In force, owing to needing the acquisition carrying out the instruction sequence with the mark that has a stain according to stain information in previous step, and then just can complete the structure of controlling stream graph, the confirmation therefore for stain information just seems especially important.
In actual service condition, pollution source have system default and User Defined two kinds of modes, and system default is pollution source from the standard input of program or the data of reading in from network; User also can go to specify or get on to increase pollution source on the basis of system default according to the needs of oneself.Now need user can prestore as the content format of stain information, make when performance objective program like this, once the content meeting this content format be detected, just can immediately using this content as stain information, and then complete subsequent processing steps.

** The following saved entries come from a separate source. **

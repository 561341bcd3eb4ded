package ingest

import (
	"cmp"
	"context"
	"encoding/json"
	"errors"
	"fmt"
	"math"
	"strings"
	"time"
	"unicode"
	"unicode/utf8"

	"github.com/nats-io/nats.go"

	"driftfit/alert"
)

// CalibrationMsg is the payload of a calibration request on
// <CalibrationSubjectPrefix>.<sensor id>: a calibration to record, or,
// with Void or Correct set, a void or correction of one recorded. The
// reply (to a request) is a CalibrationReply, sent once the change is
// stored.
type CalibrationMsg struct {
	// T is when the calibration was done: RFC 3339 or Unix seconds.
	// Empty: when received (for a correction: the time recorded). A time
	// more than Options.FutureSkew ahead of now is refused.
	T string `json:"t"`
	// AsFound and AsLeft, in the sensor's unit, are required to record
	// or correct a calibration.
	AsFound float64 `json:"as_found"`
	AsLeft  float64 `json:"as_left"`
	// Force records a calibration of a sensor that never reported (no
	// readings, no stored state); without it such a calibration is
	// refused, as the id is most likely mistyped.
	Force bool `json:"force,omitempty"`
	// Void, when not 0, withdraws the sensor's calibration of that
	// number (CalibrationRecord.Seq), which must be its latest in force;
	// t, as_found, as_left and force must then be absent (or zero).
	Void uint64 `json:"void,omitempty"`
	// Correct, when not 0, replaces the sensor's calibration of that
	// number, which must be its latest in force, by AsFound, AsLeft and
	// T; the correction is recorded under a number of its own.
	Correct uint64 `json:"correct,omitempty"`
	// Reason says why a calibration is voided or corrected, at most
	// MaxReason bytes of printable text; stored with the record.
	Reason string `json:"reason,omitempty"`
}

// CalibrationReply answers a calibration request: OK once the change is
// stored, with the record (the calibration recorded, the correction, or
// the calibration voided, as stored), else Error.
type CalibrationReply struct {
	OK     bool               `json:"ok"`
	Error  string             `json:"error,omitempty"`
	Record *CalibrationRecord `json:"record,omitempty"`
}

// ErrUnknownSensor is returned for a calibration of a sensor the service
// has never seen, unless forced.
var ErrUnknownSensor = errors.New("ingest: sensor has never reported")

// controlReq asks the dispatcher to restart a sensor's fits, applying a
// calibration to its alert trackers first when cal is set, or to void or
// correct a calibration (amend). done is called once: with an error if
// the request is refused, or with the outcome of the commit that stores
// it; out, if set, receives the calibration record first.
type controlReq struct {
	id    string
	from  time.Time
	cal   *alert.Calibration
	amend *amendment
	at    time.Time
	force bool
	out   *CalibrationRecord
	done  func(error)
}

// subscribeCalibrations takes calibrations from the bus into the ordered
// path of the readings. The returned function unsubscribes.
func (s *Service) subscribeCalibrations(stop <-chan struct{}) (func(), error) {
	prefix := s.o.CalibrationSubjectPrefix + "."
	sub, err := s.o.Conn.Subscribe(prefix+">", func(m *nats.Msg) {
		id := strings.TrimPrefix(m.Subject, prefix)
		var rec CalibrationRecord
		reply := func(err error) {
			if err != nil {
				s.log.Warn().Str("sensor", id).Err(err).Msg("calibration refused")
				s.reply(m, err, nil)
				return
			}
			s.reply(m, nil, &rec)
		}
		req, err := s.parseCalibration(id, m.Data)
		if err != nil {
			reply(err)
			return
		}
		req.out, req.done = &rec, reply
		select {
		case s.control <- req:
		case <-stop:
			reply(errors.New("service stopping"))
		}
	})
	if err != nil {
		return nil, fmt.Errorf("ingest: subscribe %s>: %w", prefix, err)
	}
	return func() { _ = sub.Unsubscribe() }, nil
}

// parseCalibration reads a CalibrationMsg into a request, refusing with
// the field and its value what cannot be applied.
func (s *Service) parseCalibration(id string, data []byte) (controlReq, error) {
	if id == "" {
		return controlReq{}, errors.New("subject has no sensor id")
	}
	var c CalibrationMsg
	if err := json.Unmarshal(data, &c); err != nil {
		return controlReq{}, fmt.Errorf("payload: %w", err)
	}
	var given map[string]json.RawMessage // which fields the payload holds
	_ = json.Unmarshal(data, &given)
	now := s.o.Now()
	req := controlReq{id: id, at: now, force: c.Force}
	if err := checkReason(c.Reason); err != nil {
		return req, err
	}
	switch {
	case c.Void != 0 && c.Correct != 0:
		return req, fmt.Errorf("void %d and correct %d: give one", c.Void, c.Correct)
	case c.Void != 0:
		// Zero values count as absent: a client built on this type sends
		// every field.
		for _, f := range []struct {
			name string
			set  bool
		}{{"t", c.T != ""}, {"as_found", c.AsFound != 0}, {"as_left", c.AsLeft != 0}, {"force", c.Force}} {
			if f.set {
				return req, fmt.Errorf("%s %s: not taken with void (a void names the calibration only)", f.name, given[f.name])
			}
		}
		req.amend = &amendment{void: c.Void, reason: c.Reason, at: now}
		return req, nil
	case c.Correct != 0:
		req.amend = &amendment{correct: c.Correct, reason: c.Reason, at: now}
		if c.Force {
			return req, fmt.Errorf("force %s: not taken with correct", given["force"])
		}
	case c.Reason != "":
		return req, fmt.Errorf("reason %q: taken only with void or correct", c.Reason)
	}
	for _, f := range []string{"as_found", "as_left"} {
		if _, ok := given[f]; !ok {
			return req, fmt.Errorf("%s: missing (the value in the sensor's unit)", f)
		}
	}
	if !finite(c.AsFound) || !finite(c.AsLeft) {
		return req, fmt.Errorf("as_found %v, as_left %v: must be finite", c.AsFound, c.AsLeft)
	}
	var at time.Time // zero: a correction keeps its time
	if req.amend == nil {
		at = now
	}
	if c.T != "" {
		ns, err := ParseTime([]byte(c.T))
		if err != nil {
			return req, fmt.Errorf("t %q: %w", c.T, err)
		}
		at = time.Unix(0, ns)
	}
	if limit := now.Add(s.o.FutureSkew); at.After(limit) {
		return req, fmt.Errorf("t %s is more than %v ahead of now: refused, as it would refuse every reading until then",
			at.UTC().Format(time.RFC3339), s.o.FutureSkew)
	}
	req.cal, req.from = &alert.Calibration{Time: at, AsFound: c.AsFound, AsLeft: c.AsLeft}, at
	return req, nil
}

func finite(v float64) bool { return !math.IsNaN(v) && !math.IsInf(v, 0) }

// checkReason refuses a reason too long or holding characters that are
// not printable: it is stored and shown in listings.
func checkReason(r string) error {
	if len(r) > MaxReason {
		return fmt.Errorf("reason: %d bytes, longer than %d", len(r), MaxReason)
	}
	if !utf8.ValidString(r) {
		return fmt.Errorf("reason %q: not valid UTF-8", r)
	}
	for i, c := range r {
		if !unicode.IsPrint(c) {
			return fmt.Errorf("reason %q: character %U at byte %d is not printable", r, c, i)
		}
	}
	return nil
}

// reply answers a request, unless its reply subject lies under one of
// the service's own subjects: answering there would let a client publish
// where its permissions may not allow it.
func (s *Service) reply(m *nats.Msg, err error, rec *CalibrationRecord) {
	if m.Reply == "" {
		return
	}
	for _, p := range s.ownPrefixes() {
		if m.Reply == p || strings.HasPrefix(m.Reply, p+".") {
			s.badLog.Warn().Str("subject", m.Subject).Str("reply", m.Reply).Msg("reply onto the service's own subjects refused")
			return
		}
	}
	ans, merr := json.Marshal(CalibrationReply{OK: true, Record: rec})
	if err != nil || merr != nil {
		// The reader of a reply is a person or another program, not this
		// package: its name adds nothing to the reason.
		ans, _ = json.Marshal(CalibrationReply{Error: strings.TrimPrefix(cmp.Or(err, merr).Error(), "ingest: ")})
	}
	if perr := s.o.Conn.Publish(m.Reply, ans); perr != nil {
		s.badLog.Warn().Err(perr).Str("subject", m.Reply).Msg("reply not sent")
	}
}

// Subjects lists the subject prefixes the service reads or writes
// (readings, calibrations, alerts, tickets): no reply it sends goes
// under them.
func (s *Service) Subjects() []string { return s.ownPrefixes() }

// ownPrefixes lists the subjects the service reads or writes.
func (s *Service) ownPrefixes() []string {
	return []string{s.o.SubjectPrefix, s.o.CalibrationSubjectPrefix, strings.TrimSuffix(s.alertPrefix, "."), s.o.TicketSubject}
}

// Restart starts a sensor's fits afresh from the time from, as after a
// calibration: the sensor's windows are emptied, its stored panes are
// deleted with the next commit (its fit history is kept), and readings
// older than from are refused from then on (as too old), also after the
// service restarts: the time is stored with the next commit. Readings
// received before the call are applied first. It is safe for concurrent
// use and returns once the commit that stores it is done, or ctx is
// done.
func (s *Service) Restart(ctx context.Context, id string, from time.Time) error {
	return s.request(ctx, controlReq{id: id, from: from, force: true})
}

// Calibrate records a calibration of sensor id, as one arriving on the
// bus does: its open ticket closes, its alerts reset, its fits restart
// from c.Time. It returns once the commit that stores it is done.
func (s *Service) Calibrate(ctx context.Context, id string, c alert.Calibration, force bool) error {
	return s.request(ctx, controlReq{id: id, from: c.Time, cal: &c, at: s.o.Now(), force: force})
}

// VoidCalibration withdraws calibration seq of sensor id, which must be
// its latest in force, as a void arriving on the bus does, and returns
// the voided record once the commit that stores it is done. Errors: a
// *CalibrationRefError when seq is not that calibration.
func (s *Service) VoidCalibration(ctx context.Context, id string, seq uint64, reason string) (CalibrationRecord, error) {
	var rec CalibrationRecord
	if err := checkReason(reason); err != nil {
		return rec, err
	}
	now := s.o.Now()
	err := s.request(ctx, controlReq{id: id, amend: &amendment{void: seq, reason: reason, at: now}, at: now, out: &rec})
	return rec, err
}

// CorrectCalibration replaces calibration seq of sensor id, which must
// be its latest in force, by c (c.Time zero: the time recorded), as a
// correction arriving on the bus does, and returns the correction's
// record once the commit that stores it is done.
func (s *Service) CorrectCalibration(ctx context.Context, id string, seq uint64, c alert.Calibration, reason string) (CalibrationRecord, error) {
	var rec CalibrationRecord
	if err := checkReason(reason); err != nil {
		return rec, err
	}
	if seq == 0 {
		return rec, &CalibrationRefError{Sensor: id, Problem: "none recorded: calibrations are numbered from 1", Err: ErrNoCalibration}
	}
	if !finite(c.AsFound) || !finite(c.AsLeft) {
		return rec, fmt.Errorf("as_found %v, as_left %v: must be finite", c.AsFound, c.AsLeft)
	}
	now := s.o.Now()
	if limit := now.Add(s.o.FutureSkew); c.Time.After(limit) {
		return rec, fmt.Errorf("t %s is more than %v ahead of now", c.Time.UTC().Format(time.RFC3339), s.o.FutureSkew)
	}
	err := s.request(ctx, controlReq{id: id, cal: &c, from: c.Time, amend: &amendment{correct: seq, reason: reason, at: now}, at: now, out: &rec})
	return rec, err
}

func (s *Service) request(ctx context.Context, req controlReq) error {
	res := make(chan error, 1)
	req.done = func(err error) { res <- err }
	select {
	case s.control <- req:
	case <-ctx.Done():
		return ctx.Err()
	}
	select {
	case err := <-res:
		return err
	case <-ctx.Done():
		return ctx.Err()
	}
}

// control routes a restart or calibration behind everything already
// routed to the sensor's worker. Called by the dispatcher.
func (s *Service) controlled(req controlReq) {
	ref := s.refs[req.id]
	if ref == nil && req.amend != nil {
		seq := max(req.amend.void, req.amend.correct)
		req.done(&CalibrationRefError{Sensor: req.id, Seq: seq, Problem: "none recorded: the service holds no state of the sensor", Err: ErrNoCalibration})
		return
	}
	if ref == nil && !req.force {
		req.done(fmt.Errorf("%w: %q (add \"force\": true to record it anyway)", ErrUnknownSensor, req.id))
		return
	}
	ref, err := s.ref(req.id)
	if err != nil {
		req.done(fmt.Errorf("ingest: restart: %w", err))
		return
	}
	ref.made.Store(true) // the restart makes its sensor: never swept
	s.flushWorker(ref.worker)
	s.workers[ref.worker].in <- &workBatch{restart: &restartJob{ref: ref, from: req.from.UnixNano(), cal: req.cal, amend: req.amend, at: req.at, out: req.out, done: req.done}}
	s.dirty, s.urgent = true, true
}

Concrete, when predetermined format not being carried out content and storing, give tacit consent to the content that inputs during performance objective program as stain information, " 3 " in " 2 " such as, in Fig. 5 in the 1st row " 0x2 " and the 3rd row " 0x3 " are the input contents when performance objective program, now just by " 2 " and " 3 " as stain information, and then the 1st row and the 2nd row instruction sequence that comprise the two are carried out stain mark.
By carrying out the mode of stain mark, shift by key content and by this key content, the instruction of the process such as computing is as the instruction sequence being with the mark that has a stain, be convenient to so preferentially follow the tracks of process to key message and all instructions relevant to key message, the processing mode of low relative importance value is then carried out in the instruction that those and key message have nothing to do, thus under ensureing that treating handling procedure carries out the prerequisite of antialiasing process, effective reduction system overhead, also can reduce to a certain extent and make antialiasing process stop the generation of this fortuitous event because system overhead is excessive.
Optionally, namely step 105 supplements the described controlling stream graph information of carrying out according to control dependence, obtains having with described data fundamental block the control fundamental block controlling dependence, comprising:
Obtain all data fundamental blocks in described controlling stream graph;
According to control dependence, obtain in described controlling stream graph, with described data fundamental block, there is the control fundamental block controlling dependence, described control fundamental block is supplemented in described controlling stream graph.
In force, in the controlling stream graph established before, obtain all data fundamental blocks, in these data fundamental blocks, include the instruction of a series of order input,
It should be noted that the mainly explicit information flow owing to being obtained by stain analysis, the controlling stream graph obtained obviously is sufficiently complete, in order to obtain prize procedure implicit information stream in the process of implementation, also needs to carry out Control dependence.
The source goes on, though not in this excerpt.